* The data *
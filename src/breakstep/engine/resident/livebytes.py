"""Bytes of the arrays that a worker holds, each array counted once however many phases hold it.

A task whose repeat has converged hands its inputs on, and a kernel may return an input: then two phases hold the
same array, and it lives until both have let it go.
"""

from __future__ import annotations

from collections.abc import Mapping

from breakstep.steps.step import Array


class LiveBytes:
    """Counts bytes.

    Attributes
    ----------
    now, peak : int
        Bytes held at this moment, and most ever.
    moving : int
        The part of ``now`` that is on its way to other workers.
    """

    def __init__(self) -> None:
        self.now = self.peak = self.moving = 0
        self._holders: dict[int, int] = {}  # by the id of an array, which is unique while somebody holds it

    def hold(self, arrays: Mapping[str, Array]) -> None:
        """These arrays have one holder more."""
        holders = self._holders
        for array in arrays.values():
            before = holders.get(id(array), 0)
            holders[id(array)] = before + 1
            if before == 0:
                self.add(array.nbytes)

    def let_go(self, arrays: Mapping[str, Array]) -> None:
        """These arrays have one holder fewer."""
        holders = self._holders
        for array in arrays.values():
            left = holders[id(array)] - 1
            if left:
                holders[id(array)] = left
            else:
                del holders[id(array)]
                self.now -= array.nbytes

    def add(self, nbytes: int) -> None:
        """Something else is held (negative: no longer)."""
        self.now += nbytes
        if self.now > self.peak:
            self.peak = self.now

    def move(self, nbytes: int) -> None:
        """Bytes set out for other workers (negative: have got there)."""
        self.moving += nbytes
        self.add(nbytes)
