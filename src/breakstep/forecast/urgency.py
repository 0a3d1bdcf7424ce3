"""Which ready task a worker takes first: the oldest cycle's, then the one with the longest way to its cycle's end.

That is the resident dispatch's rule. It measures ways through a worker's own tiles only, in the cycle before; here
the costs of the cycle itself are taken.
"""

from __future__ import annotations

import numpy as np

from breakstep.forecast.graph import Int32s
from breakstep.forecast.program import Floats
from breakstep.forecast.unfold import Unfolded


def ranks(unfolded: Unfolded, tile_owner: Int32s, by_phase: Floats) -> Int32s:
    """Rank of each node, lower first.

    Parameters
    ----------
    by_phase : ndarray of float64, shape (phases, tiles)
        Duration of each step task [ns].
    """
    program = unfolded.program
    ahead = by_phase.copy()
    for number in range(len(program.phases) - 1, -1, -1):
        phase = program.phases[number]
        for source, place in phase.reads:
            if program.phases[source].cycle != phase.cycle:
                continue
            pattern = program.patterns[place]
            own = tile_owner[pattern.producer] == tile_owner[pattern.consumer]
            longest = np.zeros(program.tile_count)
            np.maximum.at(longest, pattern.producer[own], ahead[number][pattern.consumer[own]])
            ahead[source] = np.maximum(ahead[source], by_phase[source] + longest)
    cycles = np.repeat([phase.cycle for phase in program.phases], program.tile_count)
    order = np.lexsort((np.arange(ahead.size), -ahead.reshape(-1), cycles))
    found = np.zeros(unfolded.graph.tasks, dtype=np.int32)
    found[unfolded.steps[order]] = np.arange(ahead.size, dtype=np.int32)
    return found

* * *

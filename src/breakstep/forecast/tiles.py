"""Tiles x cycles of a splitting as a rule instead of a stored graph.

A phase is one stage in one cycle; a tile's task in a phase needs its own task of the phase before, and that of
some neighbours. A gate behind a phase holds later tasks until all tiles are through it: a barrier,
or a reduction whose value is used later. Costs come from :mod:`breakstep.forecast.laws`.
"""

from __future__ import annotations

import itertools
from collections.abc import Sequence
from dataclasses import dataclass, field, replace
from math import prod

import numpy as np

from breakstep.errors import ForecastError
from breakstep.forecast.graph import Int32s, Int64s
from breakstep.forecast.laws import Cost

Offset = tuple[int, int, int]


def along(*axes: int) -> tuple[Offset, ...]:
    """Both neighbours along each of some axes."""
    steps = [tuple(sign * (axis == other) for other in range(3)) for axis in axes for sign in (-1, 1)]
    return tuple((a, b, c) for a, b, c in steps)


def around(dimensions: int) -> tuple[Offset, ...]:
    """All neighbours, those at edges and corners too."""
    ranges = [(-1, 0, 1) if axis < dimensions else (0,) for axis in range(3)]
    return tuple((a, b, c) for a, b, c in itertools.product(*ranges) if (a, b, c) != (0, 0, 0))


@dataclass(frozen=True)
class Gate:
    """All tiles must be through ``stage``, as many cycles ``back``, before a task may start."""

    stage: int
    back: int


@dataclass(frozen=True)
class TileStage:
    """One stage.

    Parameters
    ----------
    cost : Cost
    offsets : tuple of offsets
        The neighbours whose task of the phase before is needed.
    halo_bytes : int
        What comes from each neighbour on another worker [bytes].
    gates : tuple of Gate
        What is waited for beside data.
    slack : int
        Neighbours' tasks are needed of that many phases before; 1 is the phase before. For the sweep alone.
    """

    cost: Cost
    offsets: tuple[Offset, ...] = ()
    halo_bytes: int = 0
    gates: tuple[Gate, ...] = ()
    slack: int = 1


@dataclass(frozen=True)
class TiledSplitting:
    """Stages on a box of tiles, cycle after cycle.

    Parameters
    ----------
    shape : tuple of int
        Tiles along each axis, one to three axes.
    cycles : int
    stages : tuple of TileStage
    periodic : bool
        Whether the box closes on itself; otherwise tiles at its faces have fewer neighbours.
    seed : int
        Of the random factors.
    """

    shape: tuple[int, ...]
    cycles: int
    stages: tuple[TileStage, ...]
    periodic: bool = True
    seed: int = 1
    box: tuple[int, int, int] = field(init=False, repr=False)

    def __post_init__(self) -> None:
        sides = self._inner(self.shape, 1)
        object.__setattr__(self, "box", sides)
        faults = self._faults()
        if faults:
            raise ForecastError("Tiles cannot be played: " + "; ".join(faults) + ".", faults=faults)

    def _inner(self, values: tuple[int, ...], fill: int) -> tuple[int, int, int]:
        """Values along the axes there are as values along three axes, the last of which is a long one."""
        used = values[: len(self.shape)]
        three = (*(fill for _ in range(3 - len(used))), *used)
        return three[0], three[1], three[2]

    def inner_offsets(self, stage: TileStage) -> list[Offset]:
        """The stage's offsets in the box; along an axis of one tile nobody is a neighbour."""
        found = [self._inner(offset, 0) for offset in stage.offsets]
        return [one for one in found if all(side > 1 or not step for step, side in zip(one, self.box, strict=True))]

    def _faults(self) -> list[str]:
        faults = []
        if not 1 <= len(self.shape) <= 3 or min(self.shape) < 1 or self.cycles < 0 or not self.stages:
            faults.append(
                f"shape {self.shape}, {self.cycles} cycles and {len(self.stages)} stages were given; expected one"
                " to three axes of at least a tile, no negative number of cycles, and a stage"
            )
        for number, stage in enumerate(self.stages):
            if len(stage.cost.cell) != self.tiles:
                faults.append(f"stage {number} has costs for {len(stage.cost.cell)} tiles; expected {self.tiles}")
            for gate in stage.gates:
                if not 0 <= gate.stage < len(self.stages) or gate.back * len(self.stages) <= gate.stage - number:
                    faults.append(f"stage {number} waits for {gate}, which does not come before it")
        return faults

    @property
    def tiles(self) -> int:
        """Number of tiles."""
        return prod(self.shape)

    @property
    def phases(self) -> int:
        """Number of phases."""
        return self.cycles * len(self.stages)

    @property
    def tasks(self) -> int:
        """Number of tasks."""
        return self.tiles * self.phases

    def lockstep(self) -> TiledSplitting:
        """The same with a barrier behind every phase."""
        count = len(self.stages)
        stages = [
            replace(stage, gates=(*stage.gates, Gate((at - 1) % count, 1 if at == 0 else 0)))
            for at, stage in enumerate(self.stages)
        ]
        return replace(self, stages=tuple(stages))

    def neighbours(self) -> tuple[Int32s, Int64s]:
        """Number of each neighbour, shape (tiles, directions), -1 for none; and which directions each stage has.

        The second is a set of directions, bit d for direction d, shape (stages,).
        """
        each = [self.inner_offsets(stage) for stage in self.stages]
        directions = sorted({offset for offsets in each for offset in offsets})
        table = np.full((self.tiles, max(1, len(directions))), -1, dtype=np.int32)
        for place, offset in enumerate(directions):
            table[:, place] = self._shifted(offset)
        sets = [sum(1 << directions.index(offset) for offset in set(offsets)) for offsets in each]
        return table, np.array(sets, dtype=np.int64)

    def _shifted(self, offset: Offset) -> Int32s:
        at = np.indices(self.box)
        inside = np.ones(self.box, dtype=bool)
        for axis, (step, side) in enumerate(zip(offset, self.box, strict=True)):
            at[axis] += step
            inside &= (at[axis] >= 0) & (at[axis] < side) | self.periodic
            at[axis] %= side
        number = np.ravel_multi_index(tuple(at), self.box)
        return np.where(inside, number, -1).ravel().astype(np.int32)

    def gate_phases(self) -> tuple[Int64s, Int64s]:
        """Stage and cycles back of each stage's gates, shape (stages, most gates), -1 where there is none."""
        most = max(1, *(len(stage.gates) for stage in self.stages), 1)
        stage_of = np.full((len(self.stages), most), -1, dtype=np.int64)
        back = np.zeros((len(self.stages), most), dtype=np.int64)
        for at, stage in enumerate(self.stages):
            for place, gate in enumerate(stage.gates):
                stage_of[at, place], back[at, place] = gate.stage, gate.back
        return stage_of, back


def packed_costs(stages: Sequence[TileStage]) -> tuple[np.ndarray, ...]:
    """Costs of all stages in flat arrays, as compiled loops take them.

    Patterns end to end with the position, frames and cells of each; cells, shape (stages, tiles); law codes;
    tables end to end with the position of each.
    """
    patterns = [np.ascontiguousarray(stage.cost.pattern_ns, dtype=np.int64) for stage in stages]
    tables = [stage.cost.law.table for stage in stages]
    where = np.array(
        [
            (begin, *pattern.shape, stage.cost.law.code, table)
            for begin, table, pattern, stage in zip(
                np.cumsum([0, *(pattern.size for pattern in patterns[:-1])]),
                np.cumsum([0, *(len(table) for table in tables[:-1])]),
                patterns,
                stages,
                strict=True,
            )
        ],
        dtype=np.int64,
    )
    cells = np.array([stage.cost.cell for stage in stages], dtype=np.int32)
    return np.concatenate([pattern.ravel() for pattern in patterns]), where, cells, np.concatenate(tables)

* What the task asks *
Look in the material above for the line with "filename src/breakstep/engine/resident/livebytes.py" and the line with "A task whose", and transcribe exactly those lines and all lines between them, nothing more.

* The completed task *
filename src/breakstep/engine/resident/livebytes.py
"""Bytes of the arrays that a worker holds, each array counted once however many phases hold it.

A task whose repeat has converged hands its inputs on, and a kernel may return an input: then two phases hold the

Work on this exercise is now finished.